Jona believed Rachel, but he had been doing the job too long to take any bird’s words at their face value. As soon as she left, he got dressed and left, too. It was something he could do. His chest felt like Geek was sitting on it, but he didn’t know what to do about that. He had to do something. He had to get out and be out and act. Checking her word was something to do. Checking her honesty seemed important, to him, as well, in a way he couldn’t describe. He had to know if she was just taking his money for its sake, or if she was really being honest to him. Jona did not have the experience in love to understand these things. He pulled his clothes on and stormed into the street. He scowled all the way to the abandoned brewery he thought she meant.

A light rain rolled through. Generations of fish had hatched from their eggs in the season of rainstorms, feeding on the filth and silt and trash that filled their seaweed sanctuary.

The fish grew up big on trash, until a fisherman’s net pulled them from the water, and a fisherman doused the fish in salty brine.

And Jona stopped a shopgirl with salted halibut in a bucket. He ate while he walked. He tossed the bones and tail into the street where it would be washed in the rain to sea, his demon-stained spittle seeping into the natural cycles of the city’s discarded things.

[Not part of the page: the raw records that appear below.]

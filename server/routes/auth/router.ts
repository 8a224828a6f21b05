import { Router } from 'express';
import { LinkInfoSchema, LoginSchema, ResetRequestSchema, SetPasswordSchema, SignatureSchema } from '../../../shared/schemas/auth';
import { ChangePasswordSchema, SetPinSchema } from '../../../shared/schemas/users';
import { authorize, publicRoute, signedIn } from '../../middleware/auth';
import { passwordRateLimit } from '../../middleware/rate-limit';
import { validate } from '../../middleware/validate';
import { changePassword, clearPin, getMe, linkInfo, login, logout, requestReset, setPassword, setPin, sign } from './handlers';

/** Sign-in, sign-out, who-am-I, one's own password and PIN, e-mailed links, and signatures. */
export function authRouter(): Router {
  const router = Router();
  router.post('/login', publicRoute(), passwordRateLimit(), validate(LoginSchema), login);
  router.post('/logout', publicRoute(), logout);
  router.get('/me', signedIn(), getMe);
  router.post('/signature', signedIn(), passwordRateLimit(), validate(SignatureSchema), sign);
  router.post('/password', authorize('session.self'), passwordRateLimit(), validate(ChangePasswordSchema), changePassword);
  router.put('/pin', authorize('session.self'), passwordRateLimit(), validate(SetPinSchema), setPin);
  router.delete('/pin', authorize('session.self'), clearPin);
  router.post('/password-reset', publicRoute(), passwordRateLimit(), validate(ResetRequestSchema), requestReset);
  router.post('/link', publicRoute(), validate(LinkInfoSchema), linkInfo);
  router.post('/set-password', publicRoute(), passwordRateLimit(), validate(SetPasswordSchema), setPassword);
  return router;
}
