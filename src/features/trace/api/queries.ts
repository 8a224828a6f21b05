import { queryOptions } from '@tanstack/react-query';
import type { TraceView } from '../../../../shared/schemas/trace';
import { api } from '../../../lib/api-client';

/** Query keys and options for item traces, broad to narrow; `files` says whether stored files are re-hashed. */
export const traceQueries = {
  all: () => ['trace'] as const,
  detail: (code: string, files: 'presence' | 'rehash' = 'presence') =>
    queryOptions({
      queryKey: [...traceQueries.all(), 'detail', code, files] as const,
      queryFn: () => api<TraceView>(`/items/${encodeURIComponent(code)}/trace${files === 'rehash' ? '?files=rehash' : ''}`),
      staleTime: 15_000,
    }),
};

/** Where the audit pack of an item downloads from. */
export function auditPackHref(code: string, format: 'pdf' | 'jsonl'): string {
  return `/api/items/${encodeURIComponent(code)}/audit.${format}`;
}
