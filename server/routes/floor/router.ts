import { Router } from 'express';
import { authorize } from '../../middleware/auth';
import { getFloor } from './handlers';

/** GET /api/floor: counts by state and work in progress per station, for the Floor screen. */
export function floorRouter(): Router {
  const router = Router();
  router.get('/', authorize('lab.read'), getFloor);
  return router;
}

He arrived at the empty brewery, seeing nothing, and sat among the folks waiting for a ferry like he was supposed to keep an eye on them today. He yawned. He looked around like he was watching for droppers and cutters and pickpockets.

And where he stood he watched the corners of his eye for ragpickers. He listened for the clanging of a scrap forge.

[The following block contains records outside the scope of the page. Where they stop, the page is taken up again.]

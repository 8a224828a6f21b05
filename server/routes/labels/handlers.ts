import { randomUUID } from 'node:crypto';
import type { NextFunction, Request, Response } from 'express';
import { QueryTypes, type Transaction } from 'sequelize';
import { LabelError } from '../../../labels/errors';
import type { RenderRequest } from '../../../labels/render';
import { listStocks, type Stock } from '../../../labels/stocks';
import type { BadgeLabel, BagLabel, ContainerLabel, HalfLabel, LabelKind, SpecimenLabel } from '../../../labels/layouts';
import { parseCode } from '../../../shared/domain/codes';
import { allowedNext, type ItemKind } from '../../../shared/domain/ledger/state-machine';
import { getGeometry } from '../../../shared/domain/specimen-geometries';
import { can, ROLE_LABELS, type Role } from '../../../shared/permissions';
import {
  CODE_KIND_FOR_LABEL,
  LABEL_HEADERS,
  LabelPrintSchema,
  MAX_LABELS_PER_REQUEST,
  tooManyLabelsMessage,
  type LabelPrint,
  type LabelPrintKind,
  type LabelStocksResponse,
  type LabelStockView,
} from '../../../shared/schemas/labels';
import { recordEvents, refusalError } from '../../commands/record-event';
import { isRecorded } from '../../ledger/types';
import { AppError, conflict, forbidden, type FieldIssue } from '../../errors';
import { currentUser } from '../../middleware/auth';
import { parsed } from '../../middleware/validate';

// The API's kinds and the renderer's kinds must stay the same list; this fails to compile otherwise.
const SAME_KINDS: [LabelPrintKind, LabelKind] extends [LabelKind, LabelPrintKind] ? true : never = true;
void SAME_KINDS;

function stockView(stock: Stock): LabelStockView {
  return {
    key: stock.key,
    name: stock.name,
    kind: stock.kind,
    columns: stock.columns,
    rows: stock.rows,
    positionsPerPage: stock.columns * stock.rows,
    labelWidthMm: stock.labelWidthMm,
    labelHeightMm: stock.labelHeightMm,
    pageWidthMm: stock.pageWidthMm,
    pageHeightMm: stock.pageHeightMm,
  };
}

/** GET /api/labels/stocks: the rolls and sheets labels print on, in the order to offer them. */
export function listLabelStocks(_req: Request, res: Response): void {
  const body: LabelStocksResponse = { stocks: listStocks().map(stockView), maxLabels: MAX_LABELS_PER_REQUEST };
  res.json(body);
}

/**
 * Refuses a request for more labels than one PDF may hold before the body is validated code by
 * code: 413 with the count, so 10,000 codes cost one length check, not 10,000 parses.
 */
export function refuseTooManyLabels(req: Request, _res: Response, next: NextFunction): void {
  const codes: unknown = (req.body as { codes?: unknown } | undefined)?.codes;
  if (Array.isArray(codes) && codes.length > MAX_LABELS_PER_REQUEST) {
    throw new AppError(413, 'too_many_labels', tooManyLabelsMessage(codes.length), {
      max: MAX_LABELS_PER_REQUEST,
      received: codes.length,
    });
  }
  next();
}

function unknownStock(key: string): AppError {
  const keys = listStocks().map((s) => s.key);
  return new AppError(422, 'unknown_stock', `There is no label stock "${key}". Choose one of: ${keys.join(', ')}.`, [
    { path: 'stock', message: `Choose one of: ${keys.join(', ')}.` },
  ]);
}

/** Maps the renderer's refusal to the API's error shape, naming the code of the label at fault. */
function labelErrorToAppError(error: LabelError, codes: readonly string[], body: LabelPrint): AppError {
  const code = error.code.replace(/-/g, '_');
  switch (error.code) {
    case 'unknown-stock':
      return unknownStock(body.stock);
    case 'too-many-labels':
      return new AppError(413, code, error.message, { max: MAX_LABELS_PER_REQUEST, received: codes.length });
    case 'bad-start-position':
      return new AppError(422, code, error.message, [{ path: 'startPosition', message: error.message }]);
    case 'no-labels':
      return new AppError(422, code, error.message, [{ path: 'codes', message: error.message }]);
    default: {
      const index = error.labelIndex;
      const which = index === undefined ? undefined : codes[index];
      const message = which === undefined ? error.message : `${which}: ${error.message}`;
      return new AppError(422, code, message, index === undefined ? undefined : [{ path: `codes.${index}`, message }]);
    }
  }
}

const listed = (codes: readonly string[]): string => (codes.length <= 5 ? codes.join(', ') : `${codes.slice(0, 5).join(', ')} and ${codes.length - 5} more`);

/**
 * Parses every code and checks it is of the kind the label prints; refuses the whole request with
 * 422 naming each bad code. Returns the display forms, in the order given.
 */
function parseCodes(kind: LabelPrintKind, raw: readonly string[]): string[] {
  const want = CODE_KIND_FOR_LABEL[kind];
  const issues: (FieldIssue & { code: string; reason: string })[] = [];
  const codes = raw.map((text, i) => {
    const result = parseCode(text);
    if (!result.ok) {
      const reason = result.reason === 'check' ? 'check_character' : 'invalid_code';
      issues.push({ path: `codes.${i}`, message: `${text}: ${result.message}`, code: text, reason });
      return text;
    }
    if (result.kind !== want) {
      issues.push({
        path: `codes.${i}`,
        message: `${result.code} is a ${result.kind} code; ${kind} labels are printed for ${want} codes.`,
        code: result.code,
        reason: 'wrong_kind',
      });
    }
    return result.code;
  });
  if (issues.length === 0) return codes;
  const reasons = new Set(issues.map((i) => i.reason));
  const errorCode = reasons.size === 1 ? (issues[0] as (typeof issues)[number]).reason : 'invalid_codes';
  const message =
    issues.length === 1
      ? (issues[0] as (typeof issues)[number]).message
      : `${issues.length} codes cannot be printed: ${listed(issues.map((i) => i.code))}. See details.`;
  throw new AppError(422, errorCode, message, issues.map(({ path, message: m }) => ({ path, message: m })));
}

/** One item or badge a label is printed for, with its label data. */
interface Resolved {
  /** The items row id; null for badges, which are people, not ledger items. */
  itemId: number | null;
  itemKind: ItemKind | null;
  state: string | null;
  label: SpecimenLabel | HalfLabel | BagLabel | ContainerLabel | BadgeLabel;
}

interface PieceRow {
  id: string;
  code: string;
  state: string;
  heat_number: string;
  order_number: string;
  geometry_key: string;
  specimen_code: string;
}

interface ContainerRow {
  id: string;
  code: string;
  state: string;
  container_type: string;
  name: string;
}

interface BadgeRow {
  code: string;
  name: string;
  role: Role;
  active: boolean;
}

const TYPE_NAMES: Record<string, string> = { bin: 'Bin', bag: 'Bag', box: 'Box', shelf: 'Shelf', cart: 'Cart' };

async function select<T extends object>(req: Request, sql: string, bind: unknown[], transaction?: Transaction): Promise<T[]> {
  return req.ctx.sequelize.query<T>(sql, { bind, type: QueryTypes.SELECT, transaction });
}

/** Looks every code up; 404 naming those that name nothing. Badges of deactivated people are refused. */
async function resolveCodes(req: Request, kind: LabelPrintKind, codes: readonly string[]): Promise<Map<string, Resolved>> {
  const distinct = [...new Set(codes)];
  const found = new Map<string, Resolved>();
  if (kind === 'specimen' || kind === 'half') {
    // A half's heat and order are its specimen's: join through the parent item.
    const rows = await select<PieceRow>(
      req,
      `SELECT i.id, i.code, i.state, h.heat_number, o.number AS order_number, sp.geometry_key, p.code AS specimen_code
         FROM items i
         JOIN items p ON p.id = ${kind === 'half' ? 'i.parent_item_id' : 'i.id'}
         JOIN specimens sp ON sp.item_id = p.id
         JOIN samples s ON s.id = sp.sample_id
         JOIN heats h ON h.id = s.heat_id
         JOIN orders o ON o.id = s.order_id
        WHERE i.code = ANY($1::text[]) AND i.kind = $2`,
      [distinct, kind],
    );
    for (const r of rows) {
      const label: SpecimenLabel | HalfLabel =
        kind === 'specimen'
          ? { code: r.code, heat: r.heat_number, order: r.order_number, ...specimenLine(r.geometry_key) }
          : { code: r.code, specimenCode: r.specimen_code, heat: r.heat_number, order: r.order_number };
      found.set(r.code, { itemId: Number(r.id), itemKind: kind, state: r.state, label });
    }
  } else if (kind === 'bag' || kind === 'container') {
    const rows = await select<ContainerRow>(
      req,
      `SELECT i.id, i.code, i.state, c.container_type, c.name
         FROM items i JOIN containers c ON c.item_id = i.id
        WHERE i.code = ANY($1::text[]) AND i.kind = 'container'`,
      [distinct],
    );
    for (const r of rows) {
      const type = TYPE_NAMES[r.container_type] ?? r.container_type;
      const label: BagLabel | ContainerLabel =
        kind === 'bag' ? { code: r.code, title: r.name, lines: [type] } : { code: r.code, containerType: type, name: r.name };
      found.set(r.code, { itemId: Number(r.id), itemKind: 'container', state: r.state, label });
    }
  } else {
    const rows = await select<BadgeRow>(req, `SELECT badge_code AS code, name, role, active FROM users WHERE badge_code = ANY($1::text[])`, [distinct]);
    const inactive = rows.filter((r) => !r.active).map((r) => r.code);
    if (inactive.length > 0) {
      throw conflict('user_inactive', `Badges are not printed for deactivated people: ${listed(inactive)}.`, {
        codes: inactive,
      });
    }
    for (const r of rows) {
      found.set(r.code, { itemId: null, itemKind: null, state: null, label: { code: r.code, name: r.name, role: ROLE_LABELS[r.role] ?? r.role } });
    }
  }
  const missing = codes.flatMap((code, i) => (found.has(code) ? [] : [{ path: `codes.${i}`, message: `No ${kind === 'badge' ? 'person has the badge' : 'item has the code'} ${code}.` }]));
  if (missing.length > 0) {
    const names = [...new Set(missing.map((m) => codes[Number(m.path.slice(6))] as string))];
    const what = kind === 'badge' ? 'badge' : 'item';
    throw new AppError(
      404,
      'not_found',
      names.length === 1
        ? `No ${what} has the code ${names[0]}. Check the label, or register the ${what} first.`
        : `${names.length} codes name no ${what}: ${listed(names)}.`,
      missing,
    );
  }
  return found;
}

function specimenLine(geometryKey: string): { specimenLine?: string } {
  const label = getGeometry(geometryKey)?.label;
  return label === undefined ? {} : { specimenLine: label };
}

/** Items whose state allows no label print (disposed, returned, voided, sent away …): 409 naming them. */
function checkStates(codes: readonly string[], found: ReadonlyMap<string, Resolved>): void {
  const refused = [...new Set(codes)].flatMap((code) => {
    const r = found.get(code);
    if (r === undefined || r.itemKind === null || r.state === null) return [];
    return allowedNext(r.itemKind, r.state as Parameters<typeof allowedNext>[1]).includes('label_printed') ? [] : [{ code, state: r.state }];
  });
  if (refused.length === 0) return;
  const first = refused[0] as { code: string; state: string };
  throw conflict(
    'state_refused',
    refused.length === 1
      ? `${first.code} is ${first.state.replace(/_/g, ' ')}: no label is printed for it in that state.`
      : `${refused.length} items are in a state that takes no label: ${listed(refused.map((r) => `${r.code} (${r.state.replace(/_/g, ' ')})`))}.`,
    refused.map((r) => ({ path: `codes.${codes.indexOf(r.code)}`, message: `${r.code} is ${r.state.replace(/_/g, ' ')}.`, state: r.state })),
  );
}

/** Item ids (of those given) that already have a label_printed event. */
async function printedBefore(req: Request, itemIds: readonly number[], transaction?: Transaction): Promise<Set<number>> {
  if (itemIds.length === 0) return new Set();
  const rows = await select<{ item_id: string }>(
    req,
    `SELECT DISTINCT item_id FROM custody_events WHERE type = 'label_printed' AND item_id = ANY($1::bigint[])`,
    [itemIds],
    transaction,
  );
  return new Set(rows.map((r) => Number(r.item_id)));
}

/** 422 when any item was printed before and the request gives no reason. */
function requireReason(body: LabelPrint, codes: readonly string[], found: ReadonlyMap<string, Resolved>, printed: ReadonlySet<number>): void {
  if (body.reprint !== undefined || printed.size === 0) return;
  const again = [...new Set(codes)].filter((code) => printed.has(found.get(code)?.itemId ?? -1));
  const message = `${again.length === 1 ? `${again[0]} has` : `${again.length} items have`} had a label printed before: say why the label is printed again.`;
  throw new AppError(422, 'reprint_reason_required', message, [
    { path: 'reprint.reason', message: 'Say why the labels are printed again (worn, lost, smudged …).' },
    ...again.map((code) => ({ path: `codes.${codes.indexOf(code)}`, message: `${code} was printed before.` })),
  ]);
}
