import { Router } from 'express';
import { SpecimenCreateSchema, SpecimenListQuerySchema, SpecimenUpdateSchema } from '../../../shared/schemas/specimens';
import { authorize } from '../../middleware/auth';
import { validate } from '../../middleware/validate';
import { createSpecimen, getSpecimen, listSpecimens, SpecimenRefParamsSchema, updateSpecimen } from './handlers';

/** Specimens: list, register one, read by id or code, change the plan before cutting. */
export function specimensRouter(): Router {
  const router = Router();
  router.get('/', authorize('lab.read'), validate(SpecimenListQuerySchema, 'query'), listSpecimens);
  router.post('/', authorize('intake.write'), validate(SpecimenCreateSchema), createSpecimen);
  router.get('/:idOrCode', authorize('lab.read'), validate(SpecimenRefParamsSchema, 'params'), getSpecimen);
  router.patch('/:idOrCode', authorize('intake.write'), validate(SpecimenRefParamsSchema, 'params'), validate(SpecimenUpdateSchema), updateSpecimen);
  return router;
}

When the crowds got bad, he ambled around like he was just keeping the order. He watched for anyone with a crown. He peeked into the alleys running beside the building to the water.

He saw the three copper crowns on the side of a metal tub. He saw the ashy lips where many scrap metals burned off their impurities.

If he set foot in the ruined brewery alone in his uniform, he probably wouldn’t get too far in the dark, where he didn’t know what trouble was inside except that it preferred not to be disturbed. He sat down within earshot. He waited to hear the clanging of the craftsman. That didn’t take too long.

Jona peeked around the corner. He saw the boys beside the giant man and the faint whiff of demon weed beneath a trash fire.

He saw the crowns being forged for demon weed, and handed out like treasure to boys that were not a gang anymore, just boys—wild mudskippers running through the streets and begging and stealing and eating anything they found like little wild dogs.

***

“Nic, we gotta talk.”

“Talk nothing,” said Calipari. He didn’t look up from his reports. “You’re on walkabout today, Jona.”

Jona sat down on the edge of a scrivener’s desk. The scrivener leaned back in his chair and cursed at Jona for sitting on the scrivening. Jona ignored the private. “I got a birdie singing a song on the Three Kings, Nic. I put together two and two. I paid ’em for their trouble on account of it being true, and I’ll need to be reimbursed for it. I found the scrap forge where they’re making crowns. Whatever they were, they’re nothing now. Their leaders are already dead. It’s just boys buying crowns. Nothing more.”

Calipari put down his quill. “Nevermind walkabouts,” he said. He stood up. “Call the boys back, Corporal. Hey, scriveners, go call the boys back!” Calipari looked Jona in the face. “This the center?”

Jona sighed. “Yeah, but like I said…”

Calipari clapped his hands. “So, we mousetrap it, and the king’s navy for all of them we catch,” he said. “Where is it?”

Jona wasn’t as happy as Calipari. Jona’s shoulders sagged. His face begged forgiveness. His voice was calm and slow. “Mousetrap won’t work,” he said.